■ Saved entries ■
========
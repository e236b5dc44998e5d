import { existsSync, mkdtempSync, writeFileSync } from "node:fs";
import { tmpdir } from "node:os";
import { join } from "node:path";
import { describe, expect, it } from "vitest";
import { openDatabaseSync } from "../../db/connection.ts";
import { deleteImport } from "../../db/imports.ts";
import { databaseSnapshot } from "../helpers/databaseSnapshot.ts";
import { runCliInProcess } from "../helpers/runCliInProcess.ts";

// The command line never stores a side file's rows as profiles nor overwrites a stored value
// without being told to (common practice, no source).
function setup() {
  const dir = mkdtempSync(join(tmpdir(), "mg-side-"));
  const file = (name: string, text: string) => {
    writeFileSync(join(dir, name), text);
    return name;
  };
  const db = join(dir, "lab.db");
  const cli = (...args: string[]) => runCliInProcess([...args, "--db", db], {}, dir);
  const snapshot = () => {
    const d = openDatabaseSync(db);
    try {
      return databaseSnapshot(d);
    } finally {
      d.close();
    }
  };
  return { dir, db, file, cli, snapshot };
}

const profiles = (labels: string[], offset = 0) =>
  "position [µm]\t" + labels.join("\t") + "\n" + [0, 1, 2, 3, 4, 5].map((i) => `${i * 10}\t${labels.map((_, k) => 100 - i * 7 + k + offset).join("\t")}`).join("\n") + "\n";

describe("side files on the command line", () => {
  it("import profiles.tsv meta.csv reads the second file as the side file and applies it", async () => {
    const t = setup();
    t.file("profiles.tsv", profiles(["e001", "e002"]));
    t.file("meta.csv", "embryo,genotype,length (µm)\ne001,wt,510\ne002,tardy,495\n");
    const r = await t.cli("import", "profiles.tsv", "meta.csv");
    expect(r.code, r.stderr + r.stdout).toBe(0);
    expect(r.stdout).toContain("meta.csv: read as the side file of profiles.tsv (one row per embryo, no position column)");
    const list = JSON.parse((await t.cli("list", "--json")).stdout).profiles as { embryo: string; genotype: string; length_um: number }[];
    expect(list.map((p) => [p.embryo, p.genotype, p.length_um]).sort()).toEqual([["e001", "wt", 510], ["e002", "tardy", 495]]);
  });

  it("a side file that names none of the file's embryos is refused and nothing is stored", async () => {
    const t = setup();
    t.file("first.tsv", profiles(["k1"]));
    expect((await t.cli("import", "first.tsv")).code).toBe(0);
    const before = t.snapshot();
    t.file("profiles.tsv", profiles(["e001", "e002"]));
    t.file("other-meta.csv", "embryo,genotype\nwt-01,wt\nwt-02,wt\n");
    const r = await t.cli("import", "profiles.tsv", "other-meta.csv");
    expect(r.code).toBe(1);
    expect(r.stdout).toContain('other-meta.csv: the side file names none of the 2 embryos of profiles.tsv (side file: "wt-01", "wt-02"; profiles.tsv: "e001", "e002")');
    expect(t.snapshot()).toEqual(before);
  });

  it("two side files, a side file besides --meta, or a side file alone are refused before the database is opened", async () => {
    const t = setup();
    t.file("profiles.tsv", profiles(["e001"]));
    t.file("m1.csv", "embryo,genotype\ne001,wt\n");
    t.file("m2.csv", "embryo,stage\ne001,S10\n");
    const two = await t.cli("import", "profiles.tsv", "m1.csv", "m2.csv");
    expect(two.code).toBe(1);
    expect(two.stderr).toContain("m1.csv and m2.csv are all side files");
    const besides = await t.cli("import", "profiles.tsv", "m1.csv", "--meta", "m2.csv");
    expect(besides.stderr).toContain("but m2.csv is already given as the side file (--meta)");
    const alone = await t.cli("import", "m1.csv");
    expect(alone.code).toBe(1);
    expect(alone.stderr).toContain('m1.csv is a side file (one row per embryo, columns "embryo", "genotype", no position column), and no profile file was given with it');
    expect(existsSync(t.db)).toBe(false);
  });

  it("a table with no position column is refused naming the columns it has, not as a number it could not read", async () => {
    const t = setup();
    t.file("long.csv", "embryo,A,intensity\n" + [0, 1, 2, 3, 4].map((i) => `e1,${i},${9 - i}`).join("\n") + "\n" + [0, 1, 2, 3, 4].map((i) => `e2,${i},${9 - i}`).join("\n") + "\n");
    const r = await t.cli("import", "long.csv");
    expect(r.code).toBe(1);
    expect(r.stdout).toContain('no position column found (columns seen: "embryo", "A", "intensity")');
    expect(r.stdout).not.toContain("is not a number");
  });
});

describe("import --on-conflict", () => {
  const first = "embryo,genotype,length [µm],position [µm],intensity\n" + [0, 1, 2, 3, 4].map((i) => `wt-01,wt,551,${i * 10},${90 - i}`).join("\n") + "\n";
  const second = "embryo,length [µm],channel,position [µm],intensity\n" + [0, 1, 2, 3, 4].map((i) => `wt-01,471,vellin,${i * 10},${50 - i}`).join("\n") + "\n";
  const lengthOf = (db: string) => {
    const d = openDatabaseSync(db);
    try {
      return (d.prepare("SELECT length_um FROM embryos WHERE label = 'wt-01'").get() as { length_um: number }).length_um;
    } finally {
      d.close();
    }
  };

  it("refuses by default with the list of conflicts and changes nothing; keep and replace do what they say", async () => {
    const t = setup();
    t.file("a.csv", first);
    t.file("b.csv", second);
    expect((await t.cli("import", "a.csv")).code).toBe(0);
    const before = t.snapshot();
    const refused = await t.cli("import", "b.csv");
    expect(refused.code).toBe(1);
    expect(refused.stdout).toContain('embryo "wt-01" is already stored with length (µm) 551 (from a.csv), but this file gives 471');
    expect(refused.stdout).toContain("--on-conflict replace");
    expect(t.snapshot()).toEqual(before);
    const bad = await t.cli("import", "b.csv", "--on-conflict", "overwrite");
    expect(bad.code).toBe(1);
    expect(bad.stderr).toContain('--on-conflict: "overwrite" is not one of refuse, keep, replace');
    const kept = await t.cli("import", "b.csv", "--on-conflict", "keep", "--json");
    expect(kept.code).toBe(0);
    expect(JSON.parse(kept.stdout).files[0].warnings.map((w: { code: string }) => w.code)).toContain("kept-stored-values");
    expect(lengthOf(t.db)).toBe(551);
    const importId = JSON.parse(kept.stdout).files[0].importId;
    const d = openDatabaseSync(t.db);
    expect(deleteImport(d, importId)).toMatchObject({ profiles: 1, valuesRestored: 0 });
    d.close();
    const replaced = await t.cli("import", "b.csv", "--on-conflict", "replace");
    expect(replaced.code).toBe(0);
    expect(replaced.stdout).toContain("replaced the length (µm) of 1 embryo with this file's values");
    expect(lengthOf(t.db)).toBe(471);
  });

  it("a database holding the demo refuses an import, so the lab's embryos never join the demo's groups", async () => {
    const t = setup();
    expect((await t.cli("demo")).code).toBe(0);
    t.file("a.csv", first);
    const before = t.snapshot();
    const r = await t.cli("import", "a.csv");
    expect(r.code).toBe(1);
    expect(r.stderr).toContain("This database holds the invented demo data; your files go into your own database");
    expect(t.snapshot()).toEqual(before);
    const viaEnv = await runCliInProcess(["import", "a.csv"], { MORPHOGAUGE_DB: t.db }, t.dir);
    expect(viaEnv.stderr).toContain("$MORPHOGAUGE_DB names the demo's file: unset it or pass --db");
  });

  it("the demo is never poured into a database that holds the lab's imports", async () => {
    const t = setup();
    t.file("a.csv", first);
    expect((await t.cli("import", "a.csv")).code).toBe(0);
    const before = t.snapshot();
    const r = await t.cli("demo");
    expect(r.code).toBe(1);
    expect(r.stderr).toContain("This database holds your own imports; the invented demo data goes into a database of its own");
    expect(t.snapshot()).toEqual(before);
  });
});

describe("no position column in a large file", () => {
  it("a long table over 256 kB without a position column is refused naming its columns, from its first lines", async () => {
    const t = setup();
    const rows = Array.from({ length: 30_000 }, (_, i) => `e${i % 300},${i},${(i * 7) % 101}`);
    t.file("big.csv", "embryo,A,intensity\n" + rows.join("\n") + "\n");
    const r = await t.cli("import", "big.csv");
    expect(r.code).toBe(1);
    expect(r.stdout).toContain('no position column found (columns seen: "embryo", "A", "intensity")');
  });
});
========
Extract each line holding the word "keep" from the records.

  it("refuses by default with the list of conflicts and changes nothing; keep and replace do what they say", async () => {
    expect(bad.stderr).toContain('--on-conflict: "overwrite" is not one of refuse, keep, replace');
    const kept = await t.cli("import", "b.csv", "--on-conflict", "keep", "--json");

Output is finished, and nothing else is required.